Когда он снова стал к ней лицом, она спросила:

— А почему, милорд, волосы у тебя между ног темнее, чем на голове? У других мужчин они одинакового цвета.

— Волосы на голове выгорели на солнце, — объяснил он с усмешкой. — Ну и вопросы ты задаешь мужчине!

Ее глаза скользили у него между ног, изучая его мужские достоинства. Рован не был еще возбужден, но член его показался ей внушительным. И Ямал, и брат, и Гленкирк вовсе не были слабыми мужчинами, но Линдли превзошел их всех. Ее вопрошающие глаза встретились с его.

— Ты неплохо выглядишь, — медленно проговорила она. Он согласно кивнул:

— Мальчики любят сравнивать эти места, и я всегда выходил победителем.

— А я тебе подойду? — забеспокоилась она.

— Наилучшим образом. Я еще не встречал женщины, которая бы мне не подошла. — Он спустился со скамеечки и взял Жасмин на руки, губы скользили по ее макушке.

Она прижалась щекой к его груди, пальцы описывали круги по его коже. Под ухом она слышала ритмичный стук сердца Рована. Чуть приподняв голову, она лизнула сосок, потом поцеловала мягкими губами, затем другой. Рован Линдли замер, позволяя ей сделать первый шаг в любовной игре. Она потерлась щекой о его грудь, провела рукой по коже, повернула к нему лицо.

Заключив ее голову между ладонями, Рован наклонился и прижал губы к ее губам.

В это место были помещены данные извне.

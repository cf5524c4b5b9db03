"""From the recipe's table to the named choices of the state of the gas, and to words."""

from __future__ import annotations

from typing import Any

import numpy as np
from numpy.typing import NDArray

from kspipe.recipe.gas_state import GasStateTable
from kspipe.recipe.quantity import Measured
from kspipe.relations.state import LINEWIDTH_SIZE, STATE, Conditions, Forcing

__all__ = ["choices_in_words", "conditions_of"]

Array = NDArray[np.float64]


def conditions_of(table: GasStateTable, clumping: Array | float, beam_pc: float) -> Conditions:
    """Choices of a recipe as the relations take them.

    Parameters
    ----------
    table : GasStateTable
    clumping : float64 array or float
    beam_pc : float
        Half of it is the radius of the cloud where a map gives linewidths and no radius is typed.
    """
    radius = table.cloud_radius.value if table.cloud_radius else None
    if radius is None and table.linewidth is not None:
        radius = 0.5 * beam_pc
    density: Any = table.density
    chi: Any = table.field
    zeta: Any = table.cosmic_rays
    depth = table.shielded_depth
    return Conditions(
        density=density.value if isinstance(density, Measured) else density,
        chi=chi,
        zeta_prime=zeta,
        clumping=clumping,
        density_clumping=table.density_clumping,
        midplane_msun_pc3=table.midplane_density.value if table.midplane_density else None,
        shielded_depth=None if isinstance(depth, str) else depth,
        mu_unshielded=table.mu_unshielded,
        mu_shielded=table.mu_shielded,
        jeans=table.jeans,
        bonnor_ebert=table.bonnor_ebert,
        linewidth_size=table.linewidth if isinstance(table.linewidth, str) else None,
        sonic_exponent=table.sonic_exponent,
        cloud_radius_pc=radius,
        turbulence=table.turbulence if table.linewidth is not None else (),
        forcing=Forcing(table.forcing, table.plasma_beta, table.core_efficiency),
    )


def choices_in_words(
    table: GasStateTable, conditions: Conditions, beam_pc: float, *, has_molecular: bool
) -> dict[str, str]:
    """Every choice with its origin, in words.

    Parameters
    ----------
    table : GasStateTable
    conditions : Conditions
    beam_pc : float
    has_molecular : bool
        Without a CO map the midplane holds up atoms alone.
    """
    two_phase, hydrostatic = (
        STATE.get(f"krumholz2013_{name}").sentence for name in ("two_phase", "hydrostatic")
    )
    density = {
        "two-phase": two_phase,
        "hydrostatic": hydrostatic,
        "larger": f"the larger of {two_phase}; and {hydrostatic}",
    }

    def typed(key: str) -> str:
        is_default = getattr(table, key) == type(table).model_fields[key].default
        return "the default" if is_default else "typed"

    words = {
        "density": density[table.density]
        if isinstance(table.density, str)
        else f"{table.density} of H nuclei, typed",
        "field": STATE.get("krumholz2013_field").sentence
        if table.field == "star formation"
        else f"chi = {table.field:g} of the solar neighbourhood, typed",
        "cosmic rays": "zeta' = chi (common practice: both come from young stars)"
        if table.cosmic_rays == "field"
        else f"zeta' = {table.cosmic_rays:g} of the solar neighbourhood, typed",
        "clumping": {
            "beam": f"{np.asarray(conditions.clumping).flat[0]:.4g} for a beam of {beam_pc:.4g} pc:"
            " 1 to 100 pc, 5 from 1 kpc (krumholz2009), a power law between (common practice)",
            "finer map": "by pixel, from a finer map",
        }.get(str(table.clumping), f"{table.clumping}, typed"),
        "density clumping": f"{table.density_clumping:g}, {typed('density_clumping')}",
        "shielded gas": "at the centre of the complex"
        if conditions.shielded_depth is None
        else f"at optical depth {conditions.shielded_depth:g}, typed",
        "mass per particle": f"{table.mu_unshielded:g} m_H unshielded "
        f"({typed('mu_unshielded')}), {table.mu_shielded:g} shielded ({typed('mu_shielded')})",
        "metallicity": "Z' = 1 at 12+log10(O/H) = 8.69",
    }
    if table.midplane_density is not None:
        words["midplane density"] = f"{table.midplane_density}, typed"
    if table.density in ("hydrostatic", "larger") and not has_molecular:
        words["molecular gas"] = "none in the hydrostatic density: the recipe has no CO map"
    if table.linewidth is not None:
        motions = (
            LINEWIDTH_SIZE.get(table.linewidth).sentence
            if isinstance(table.linewidth, str)
            else "from a map"
        )
        origin = "typed" if table.cloud_radius else "half of the beam"
        words["linewidth"] = motions
        words["cloud radius"] = f"{conditions.cloud_radius_pc:.4g} pc, {origin}"
        words["turbulence"] = (
            f"b = {table.forcing:g} ({typed('forcing')}), beta = {table.plasma_beta:g} "
            f"({typed('plasma_beta')}), efficiency over phi_t = {table.core_efficiency:g} "
            f"({typed('core_efficiency')})"
        )
    return words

Ее податливая грудь возбуждала его. Она обняла его и что-то соблазнительно прошептала на ухо. Он ощутил, как ее тело прижалось к нему. Одной рукой она ласкала его шею, другую вдруг опустила к ногам. Прикосновение было как ожог. Его касались там и раньше, но никогда так умело. Под ее изящными опытными пальчиками он чуть не потерял контроль над собой, даже не коснувшись любовницы.

— Боже! — простонал он, хватая ее за руку и отводя в сторону. Он же не зеленый юнец, чтобы ронять семя на пол.

— Я сделала тебе больно? — спросила Жасмин.

Он покачал головой:

— Твое прикосновение волшебно, но я еле совладал с собой.

— Вот что значит ожидание, — рассудительно заметила она. Рован рассмеялся:

— Да. Никогда в жизни я не жаждал так женщины, как желаю тебя, Жасмин, но я хочу насладиться этой брачной ночью. И, что еще важнее, я хочу, чтобы ею насладилась и ты. Поэтому будет лучше, если я поведу тебя в любовной игре, а потом, дорогая, можешь ласкать меня сколько хочешь. Согласна?

— Мужчины быстро получают удовольствие, милорд. Намного быстрее, чем женщины. Я хотела лишь доставить тебе наслаждение. Но поступай, как тебе будет лучше, И добивайся его сам.

Он снова рассмеялся:

— Не припомню, чтобы какая-нибудь женщина разговаривала со мной так же свободно, как ты, Жасмин де Мариско. Откровенно и бесхитростно. Я влюбился в красивую девочку, но женщина, на которой я женюсь, намного лучше, чем я заслуживаю.

— В каждой женщине есть какая-то хитрость. Не верь, если тебе будут говорить, что это не так. Я откровенна, потому что это в моем характере.

— Кажется, мы наговорились, — тихо сказал он и обнял ее гибкую талию, а горячей ладонью другой руки сжал грудь, нежно мял мягкую плоть, пальцами ласкал сосок.

— Само совершенство, — пробормотал он в ее душистые волосы, потом, наклонившись, взял в рот сосок.

Жасмин закрыла глаза и глубоко вздохнула. Каждое движение его рта отдавалось чувственной дрожью в сокровенных тайниках ее тела. Она ощутила почти что облегчение, когда он, выпрямившись, взял ее на руки и понес к кровати, потом, осторожно положив на пуховую перину, лег рядом и впился в другой сосок. Ласка чуть не заставила ее вскрикнуть.

Язык касался соска, затем принялся исследовать все ее тело.

— Я хочу узнать, какова ты на вкус. — Он спустился ниже от груди к животу и бедрам, потом, перевернув невесту, поднялся от лодыжек к плечам, иногда покусывая тело, отчего она вскрикивала И изгибалась. Снова перевернув ее на спину, он соскользнул с кровати, чтобы поцеловать ее ступни и каждый палец в отдельности, заставив ее захихикать. Потом, поднявшись на кровать, потянулся рукой к треугольнику между ногами, нежные пальцы потирали и гладили его и наконец проникли меж складок плоти к самой чувственной части женского существа.